Instructions to follow -> The reply must reproduce each line below exactly.

Extracted information ->

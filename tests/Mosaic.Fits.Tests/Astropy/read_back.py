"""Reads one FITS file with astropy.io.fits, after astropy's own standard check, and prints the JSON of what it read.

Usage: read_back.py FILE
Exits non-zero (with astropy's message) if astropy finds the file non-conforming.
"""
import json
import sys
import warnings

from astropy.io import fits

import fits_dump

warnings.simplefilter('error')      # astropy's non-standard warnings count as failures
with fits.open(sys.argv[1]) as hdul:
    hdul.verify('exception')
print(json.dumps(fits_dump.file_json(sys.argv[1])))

Response area ->
filename tests/Mosaic.Fits.Tests/Astropy/read_back.py
"""Reads one FITS file with astropy.io.fits, after astropy's own standard check, and prints the JSON of what it read.

Usage: read_back.py FILE
Exits non-zero (with astropy's message) if astropy finds the file non-conforming.
"""
import json
import sys
import warnings

from astropy.io import fits

import fits_dump

warnings.simplefilter('error')      # astropy's non-standard warnings count as failures
with fits.open(sys.argv[1]) as hdul:
    hdul.verify('exception')
print(json.dumps(fits_dump.file_json(sys.argv[1])))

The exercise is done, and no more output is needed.